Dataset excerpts
========

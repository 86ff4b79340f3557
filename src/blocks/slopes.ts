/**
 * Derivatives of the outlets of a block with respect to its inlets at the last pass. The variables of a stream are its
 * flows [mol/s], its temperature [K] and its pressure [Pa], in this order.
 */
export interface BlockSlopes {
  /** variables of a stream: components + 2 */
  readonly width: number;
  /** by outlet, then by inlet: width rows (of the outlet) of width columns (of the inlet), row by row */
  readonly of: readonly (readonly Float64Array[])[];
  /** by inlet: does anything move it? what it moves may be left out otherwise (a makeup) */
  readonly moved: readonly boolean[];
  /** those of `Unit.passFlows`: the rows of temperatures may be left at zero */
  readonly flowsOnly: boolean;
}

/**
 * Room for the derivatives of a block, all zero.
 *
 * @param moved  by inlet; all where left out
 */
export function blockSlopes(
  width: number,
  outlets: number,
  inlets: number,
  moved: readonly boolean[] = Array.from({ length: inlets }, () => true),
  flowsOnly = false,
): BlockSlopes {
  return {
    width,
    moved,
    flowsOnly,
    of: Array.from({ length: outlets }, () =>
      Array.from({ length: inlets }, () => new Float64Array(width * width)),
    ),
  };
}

========

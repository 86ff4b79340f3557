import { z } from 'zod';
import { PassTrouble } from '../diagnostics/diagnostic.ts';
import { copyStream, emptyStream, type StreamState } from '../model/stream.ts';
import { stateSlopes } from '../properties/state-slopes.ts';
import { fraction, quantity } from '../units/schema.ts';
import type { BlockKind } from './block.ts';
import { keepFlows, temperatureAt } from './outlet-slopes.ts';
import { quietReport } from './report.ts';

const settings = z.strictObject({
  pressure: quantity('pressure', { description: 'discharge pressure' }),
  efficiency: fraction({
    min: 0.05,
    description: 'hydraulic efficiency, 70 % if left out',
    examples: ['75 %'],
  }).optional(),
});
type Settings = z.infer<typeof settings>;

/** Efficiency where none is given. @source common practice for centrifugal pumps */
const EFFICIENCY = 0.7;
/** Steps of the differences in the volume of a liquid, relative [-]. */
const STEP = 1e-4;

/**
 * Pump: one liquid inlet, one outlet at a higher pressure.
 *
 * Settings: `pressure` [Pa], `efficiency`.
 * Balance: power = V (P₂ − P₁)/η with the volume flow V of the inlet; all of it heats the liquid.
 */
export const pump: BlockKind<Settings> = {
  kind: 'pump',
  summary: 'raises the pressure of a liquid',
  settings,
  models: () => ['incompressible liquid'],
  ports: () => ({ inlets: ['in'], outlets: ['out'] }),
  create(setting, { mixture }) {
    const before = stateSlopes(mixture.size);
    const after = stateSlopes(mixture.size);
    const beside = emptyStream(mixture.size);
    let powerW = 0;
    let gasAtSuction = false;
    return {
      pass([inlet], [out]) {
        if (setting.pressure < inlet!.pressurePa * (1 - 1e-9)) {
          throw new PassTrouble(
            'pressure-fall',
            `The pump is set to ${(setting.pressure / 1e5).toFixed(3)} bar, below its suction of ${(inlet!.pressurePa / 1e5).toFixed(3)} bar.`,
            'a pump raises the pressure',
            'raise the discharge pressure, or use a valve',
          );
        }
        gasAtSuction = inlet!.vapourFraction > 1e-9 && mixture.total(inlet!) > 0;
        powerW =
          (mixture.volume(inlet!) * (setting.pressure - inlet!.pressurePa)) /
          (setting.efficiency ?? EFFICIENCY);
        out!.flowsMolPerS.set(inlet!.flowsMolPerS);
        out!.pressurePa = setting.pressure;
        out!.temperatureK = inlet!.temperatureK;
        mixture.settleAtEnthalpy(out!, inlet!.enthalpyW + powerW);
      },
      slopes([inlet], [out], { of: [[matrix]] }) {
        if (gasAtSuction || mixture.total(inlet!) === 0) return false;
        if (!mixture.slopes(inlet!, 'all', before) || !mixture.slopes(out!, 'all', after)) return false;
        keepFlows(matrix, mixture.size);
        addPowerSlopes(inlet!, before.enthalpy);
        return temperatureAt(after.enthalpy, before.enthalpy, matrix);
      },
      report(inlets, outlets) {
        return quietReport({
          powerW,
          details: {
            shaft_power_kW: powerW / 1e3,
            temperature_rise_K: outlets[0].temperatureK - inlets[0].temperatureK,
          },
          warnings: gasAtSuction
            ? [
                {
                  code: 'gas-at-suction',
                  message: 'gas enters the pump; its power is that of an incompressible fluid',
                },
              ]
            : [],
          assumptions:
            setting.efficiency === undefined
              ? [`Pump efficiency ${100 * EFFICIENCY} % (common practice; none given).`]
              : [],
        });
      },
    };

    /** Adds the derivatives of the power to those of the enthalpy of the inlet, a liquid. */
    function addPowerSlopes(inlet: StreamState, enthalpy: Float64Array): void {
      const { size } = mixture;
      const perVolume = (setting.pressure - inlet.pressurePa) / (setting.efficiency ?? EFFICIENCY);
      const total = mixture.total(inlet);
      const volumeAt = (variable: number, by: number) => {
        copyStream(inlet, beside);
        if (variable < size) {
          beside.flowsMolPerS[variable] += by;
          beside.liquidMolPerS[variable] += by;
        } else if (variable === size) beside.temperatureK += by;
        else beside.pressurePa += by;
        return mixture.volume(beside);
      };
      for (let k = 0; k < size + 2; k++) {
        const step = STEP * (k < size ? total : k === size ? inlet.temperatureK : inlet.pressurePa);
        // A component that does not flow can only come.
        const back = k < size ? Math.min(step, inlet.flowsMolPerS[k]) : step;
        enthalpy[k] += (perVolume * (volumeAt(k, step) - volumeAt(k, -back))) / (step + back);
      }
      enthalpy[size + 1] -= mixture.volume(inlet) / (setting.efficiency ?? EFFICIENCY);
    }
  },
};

========

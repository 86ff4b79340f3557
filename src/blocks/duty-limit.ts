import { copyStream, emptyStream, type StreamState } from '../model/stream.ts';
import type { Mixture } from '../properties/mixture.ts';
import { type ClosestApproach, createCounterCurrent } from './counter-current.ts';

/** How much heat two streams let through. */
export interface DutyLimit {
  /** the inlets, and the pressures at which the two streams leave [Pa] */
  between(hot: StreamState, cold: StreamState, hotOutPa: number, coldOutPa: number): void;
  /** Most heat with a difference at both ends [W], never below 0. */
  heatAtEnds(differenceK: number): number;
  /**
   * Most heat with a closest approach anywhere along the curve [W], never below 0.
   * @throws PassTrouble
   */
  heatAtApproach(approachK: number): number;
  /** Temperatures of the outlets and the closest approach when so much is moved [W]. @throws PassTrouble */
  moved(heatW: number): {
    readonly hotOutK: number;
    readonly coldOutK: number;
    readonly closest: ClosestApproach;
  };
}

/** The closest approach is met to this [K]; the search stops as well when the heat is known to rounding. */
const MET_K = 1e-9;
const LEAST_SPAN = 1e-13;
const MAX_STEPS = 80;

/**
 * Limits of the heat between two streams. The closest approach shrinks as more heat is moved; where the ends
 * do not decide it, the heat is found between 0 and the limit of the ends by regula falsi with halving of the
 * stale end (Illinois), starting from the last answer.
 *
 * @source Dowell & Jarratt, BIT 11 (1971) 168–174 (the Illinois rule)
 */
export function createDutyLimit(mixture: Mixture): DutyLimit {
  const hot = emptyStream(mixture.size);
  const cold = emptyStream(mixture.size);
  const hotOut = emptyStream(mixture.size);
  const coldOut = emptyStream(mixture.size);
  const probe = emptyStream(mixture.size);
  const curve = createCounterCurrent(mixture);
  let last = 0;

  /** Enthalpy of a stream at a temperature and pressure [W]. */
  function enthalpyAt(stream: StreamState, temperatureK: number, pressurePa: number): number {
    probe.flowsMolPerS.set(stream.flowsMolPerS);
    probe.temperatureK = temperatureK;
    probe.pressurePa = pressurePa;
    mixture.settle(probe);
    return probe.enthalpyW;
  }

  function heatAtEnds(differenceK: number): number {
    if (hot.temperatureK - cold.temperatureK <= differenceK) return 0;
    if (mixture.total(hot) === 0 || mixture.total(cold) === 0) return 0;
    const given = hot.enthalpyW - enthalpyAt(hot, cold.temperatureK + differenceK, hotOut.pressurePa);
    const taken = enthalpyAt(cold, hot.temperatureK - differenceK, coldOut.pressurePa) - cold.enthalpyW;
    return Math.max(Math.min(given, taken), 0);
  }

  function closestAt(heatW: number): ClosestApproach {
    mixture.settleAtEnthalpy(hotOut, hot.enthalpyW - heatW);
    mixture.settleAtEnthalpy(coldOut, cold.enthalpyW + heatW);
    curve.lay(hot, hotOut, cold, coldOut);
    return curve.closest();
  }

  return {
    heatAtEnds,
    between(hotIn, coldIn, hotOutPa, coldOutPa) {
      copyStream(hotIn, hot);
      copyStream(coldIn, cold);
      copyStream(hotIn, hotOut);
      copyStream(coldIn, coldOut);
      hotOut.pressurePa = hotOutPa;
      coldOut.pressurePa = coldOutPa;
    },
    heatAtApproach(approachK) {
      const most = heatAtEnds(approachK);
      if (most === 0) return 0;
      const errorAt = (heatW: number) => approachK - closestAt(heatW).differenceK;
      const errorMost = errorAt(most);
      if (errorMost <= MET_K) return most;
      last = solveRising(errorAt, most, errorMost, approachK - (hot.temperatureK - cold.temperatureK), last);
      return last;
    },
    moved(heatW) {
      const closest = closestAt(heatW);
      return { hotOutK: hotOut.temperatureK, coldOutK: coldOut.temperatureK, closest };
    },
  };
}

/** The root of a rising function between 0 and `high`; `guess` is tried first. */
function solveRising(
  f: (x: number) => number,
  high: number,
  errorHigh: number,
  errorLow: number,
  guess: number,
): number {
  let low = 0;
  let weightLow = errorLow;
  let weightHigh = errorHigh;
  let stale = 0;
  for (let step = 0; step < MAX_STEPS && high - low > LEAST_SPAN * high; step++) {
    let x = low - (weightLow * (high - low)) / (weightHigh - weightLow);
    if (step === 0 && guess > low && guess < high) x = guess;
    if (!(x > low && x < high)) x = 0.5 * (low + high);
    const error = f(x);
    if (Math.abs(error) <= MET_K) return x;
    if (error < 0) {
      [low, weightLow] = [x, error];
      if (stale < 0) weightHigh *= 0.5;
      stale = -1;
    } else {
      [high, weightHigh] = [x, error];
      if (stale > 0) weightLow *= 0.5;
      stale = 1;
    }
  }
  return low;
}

========

### Requirement
Determine the number of lines in the entries that hold the string "curve"; write that number and nothing else.

### Reply to the task
4